[PROVIDED ENTRIES — start]

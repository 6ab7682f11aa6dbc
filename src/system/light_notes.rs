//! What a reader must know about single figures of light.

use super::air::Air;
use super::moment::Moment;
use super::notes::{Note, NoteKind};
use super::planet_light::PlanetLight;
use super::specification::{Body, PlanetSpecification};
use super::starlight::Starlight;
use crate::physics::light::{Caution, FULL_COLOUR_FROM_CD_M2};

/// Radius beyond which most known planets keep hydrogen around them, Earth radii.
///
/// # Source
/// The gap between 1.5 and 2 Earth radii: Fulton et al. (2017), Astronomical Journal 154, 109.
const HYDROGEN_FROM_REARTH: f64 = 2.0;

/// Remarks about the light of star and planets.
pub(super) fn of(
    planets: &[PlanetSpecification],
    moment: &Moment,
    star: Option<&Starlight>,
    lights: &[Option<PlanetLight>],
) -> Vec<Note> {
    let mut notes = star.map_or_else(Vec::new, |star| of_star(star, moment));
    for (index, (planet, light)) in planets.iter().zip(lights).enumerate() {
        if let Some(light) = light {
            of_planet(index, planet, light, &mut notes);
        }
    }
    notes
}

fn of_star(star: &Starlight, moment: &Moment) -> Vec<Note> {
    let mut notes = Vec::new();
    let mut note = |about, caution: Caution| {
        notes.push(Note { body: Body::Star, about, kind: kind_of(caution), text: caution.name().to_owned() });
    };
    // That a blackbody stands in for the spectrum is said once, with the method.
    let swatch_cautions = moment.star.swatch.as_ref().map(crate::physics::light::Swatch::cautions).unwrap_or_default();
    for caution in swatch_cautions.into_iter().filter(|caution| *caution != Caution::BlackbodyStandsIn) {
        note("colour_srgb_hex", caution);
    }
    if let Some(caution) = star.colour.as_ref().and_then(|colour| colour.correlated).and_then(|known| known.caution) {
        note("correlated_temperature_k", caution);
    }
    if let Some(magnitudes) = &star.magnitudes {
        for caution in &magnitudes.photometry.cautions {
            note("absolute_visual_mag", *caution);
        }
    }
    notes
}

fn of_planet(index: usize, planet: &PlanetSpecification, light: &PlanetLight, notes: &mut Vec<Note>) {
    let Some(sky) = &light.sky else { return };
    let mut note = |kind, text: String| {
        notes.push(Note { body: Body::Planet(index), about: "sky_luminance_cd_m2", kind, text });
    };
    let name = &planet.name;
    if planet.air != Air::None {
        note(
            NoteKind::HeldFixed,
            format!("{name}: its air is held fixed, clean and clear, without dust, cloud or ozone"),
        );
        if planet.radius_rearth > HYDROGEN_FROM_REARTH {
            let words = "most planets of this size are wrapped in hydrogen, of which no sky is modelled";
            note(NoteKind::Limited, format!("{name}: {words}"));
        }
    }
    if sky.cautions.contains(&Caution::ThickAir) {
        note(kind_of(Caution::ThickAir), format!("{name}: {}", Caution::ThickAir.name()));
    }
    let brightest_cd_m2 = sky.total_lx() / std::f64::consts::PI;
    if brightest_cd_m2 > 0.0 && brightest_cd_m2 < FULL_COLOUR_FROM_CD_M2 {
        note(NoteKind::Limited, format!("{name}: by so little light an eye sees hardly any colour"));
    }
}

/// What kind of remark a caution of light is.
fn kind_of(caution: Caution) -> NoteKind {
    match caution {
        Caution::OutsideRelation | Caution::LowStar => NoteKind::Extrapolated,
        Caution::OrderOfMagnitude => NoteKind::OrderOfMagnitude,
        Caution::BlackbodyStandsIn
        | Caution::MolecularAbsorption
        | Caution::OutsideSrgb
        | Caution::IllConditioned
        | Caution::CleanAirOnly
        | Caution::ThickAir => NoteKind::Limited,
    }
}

[PROVIDED ENTRIES — finish]
[PROVIDED ENTRIES — start]

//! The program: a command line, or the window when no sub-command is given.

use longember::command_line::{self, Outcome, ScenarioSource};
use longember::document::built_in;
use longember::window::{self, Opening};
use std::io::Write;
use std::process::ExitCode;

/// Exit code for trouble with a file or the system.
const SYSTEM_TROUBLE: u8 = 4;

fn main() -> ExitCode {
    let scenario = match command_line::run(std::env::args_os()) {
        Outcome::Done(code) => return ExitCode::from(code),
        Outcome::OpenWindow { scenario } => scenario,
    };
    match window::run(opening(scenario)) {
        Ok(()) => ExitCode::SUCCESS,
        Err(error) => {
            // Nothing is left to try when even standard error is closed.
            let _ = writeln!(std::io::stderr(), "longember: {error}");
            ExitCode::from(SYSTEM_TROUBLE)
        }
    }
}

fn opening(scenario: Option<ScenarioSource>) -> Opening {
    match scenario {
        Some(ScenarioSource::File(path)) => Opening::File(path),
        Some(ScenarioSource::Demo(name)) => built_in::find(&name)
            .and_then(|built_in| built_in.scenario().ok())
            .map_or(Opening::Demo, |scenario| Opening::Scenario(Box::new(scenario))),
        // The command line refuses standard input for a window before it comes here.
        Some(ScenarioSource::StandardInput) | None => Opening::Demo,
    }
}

[PROVIDED ENTRIES — finish]
[PROVIDED ENTRIES — start]

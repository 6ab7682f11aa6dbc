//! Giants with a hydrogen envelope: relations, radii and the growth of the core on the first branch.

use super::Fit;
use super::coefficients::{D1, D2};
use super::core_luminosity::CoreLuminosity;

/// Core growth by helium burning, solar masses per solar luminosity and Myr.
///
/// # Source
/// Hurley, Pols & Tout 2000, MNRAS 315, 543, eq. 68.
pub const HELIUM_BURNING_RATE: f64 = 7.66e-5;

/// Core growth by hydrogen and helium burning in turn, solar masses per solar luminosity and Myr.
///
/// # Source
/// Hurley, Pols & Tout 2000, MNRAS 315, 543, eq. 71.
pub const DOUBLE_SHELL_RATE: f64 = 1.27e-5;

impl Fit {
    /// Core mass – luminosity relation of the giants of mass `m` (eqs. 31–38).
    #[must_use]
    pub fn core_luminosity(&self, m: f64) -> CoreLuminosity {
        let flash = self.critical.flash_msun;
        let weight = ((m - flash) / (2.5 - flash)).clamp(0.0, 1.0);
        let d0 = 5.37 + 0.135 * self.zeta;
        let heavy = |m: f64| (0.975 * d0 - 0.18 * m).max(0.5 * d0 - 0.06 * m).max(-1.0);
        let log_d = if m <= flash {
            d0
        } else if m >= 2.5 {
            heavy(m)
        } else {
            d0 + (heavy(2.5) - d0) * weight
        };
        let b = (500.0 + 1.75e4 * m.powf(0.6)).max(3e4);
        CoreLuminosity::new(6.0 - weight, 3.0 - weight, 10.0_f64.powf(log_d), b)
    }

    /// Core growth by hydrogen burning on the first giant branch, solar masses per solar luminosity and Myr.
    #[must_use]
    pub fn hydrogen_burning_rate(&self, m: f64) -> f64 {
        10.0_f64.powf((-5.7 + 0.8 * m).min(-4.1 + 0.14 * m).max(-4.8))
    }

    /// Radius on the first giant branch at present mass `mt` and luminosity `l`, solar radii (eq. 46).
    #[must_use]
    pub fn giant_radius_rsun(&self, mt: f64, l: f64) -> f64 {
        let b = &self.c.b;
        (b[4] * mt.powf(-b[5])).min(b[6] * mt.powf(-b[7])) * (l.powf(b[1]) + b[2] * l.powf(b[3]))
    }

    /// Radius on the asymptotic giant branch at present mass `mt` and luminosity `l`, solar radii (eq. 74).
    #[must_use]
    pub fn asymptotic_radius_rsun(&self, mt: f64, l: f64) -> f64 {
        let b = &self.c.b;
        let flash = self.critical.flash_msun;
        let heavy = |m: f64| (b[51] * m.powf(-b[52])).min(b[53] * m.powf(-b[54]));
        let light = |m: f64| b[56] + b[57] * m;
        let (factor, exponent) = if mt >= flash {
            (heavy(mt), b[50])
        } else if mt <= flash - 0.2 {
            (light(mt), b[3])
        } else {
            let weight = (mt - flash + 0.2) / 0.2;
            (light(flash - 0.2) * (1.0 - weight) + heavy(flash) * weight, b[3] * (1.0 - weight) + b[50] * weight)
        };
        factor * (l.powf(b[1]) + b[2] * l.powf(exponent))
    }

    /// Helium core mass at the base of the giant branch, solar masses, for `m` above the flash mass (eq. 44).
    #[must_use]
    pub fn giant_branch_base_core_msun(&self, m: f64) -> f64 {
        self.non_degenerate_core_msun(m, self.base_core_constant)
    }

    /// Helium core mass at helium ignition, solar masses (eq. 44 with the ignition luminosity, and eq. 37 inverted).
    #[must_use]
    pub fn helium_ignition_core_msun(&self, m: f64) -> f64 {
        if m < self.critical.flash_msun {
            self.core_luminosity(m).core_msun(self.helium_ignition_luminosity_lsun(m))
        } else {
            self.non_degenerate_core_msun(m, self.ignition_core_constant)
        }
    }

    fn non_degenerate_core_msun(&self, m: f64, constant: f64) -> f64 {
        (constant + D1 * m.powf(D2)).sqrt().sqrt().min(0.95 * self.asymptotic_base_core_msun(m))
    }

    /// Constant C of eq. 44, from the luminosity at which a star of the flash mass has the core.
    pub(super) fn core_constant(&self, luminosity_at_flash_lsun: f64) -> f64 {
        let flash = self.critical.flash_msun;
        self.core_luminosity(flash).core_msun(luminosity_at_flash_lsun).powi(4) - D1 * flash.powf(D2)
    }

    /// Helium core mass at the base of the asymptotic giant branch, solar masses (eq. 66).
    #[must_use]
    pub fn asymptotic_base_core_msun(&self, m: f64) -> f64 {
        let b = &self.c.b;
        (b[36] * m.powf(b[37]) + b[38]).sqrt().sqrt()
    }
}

[PROVIDED ENTRIES — finish]

From the listing above, copy every line that includes the word "first".

//! Giants with a hydrogen envelope: relations, radii and the growth of the core on the first branch.
    /// Core growth by hydrogen burning on the first giant branch, solar masses per solar luminosity and Myr.
    /// Radius on the first giant branch at present mass `mt` and luminosity `l`, solar radii (eq. 46).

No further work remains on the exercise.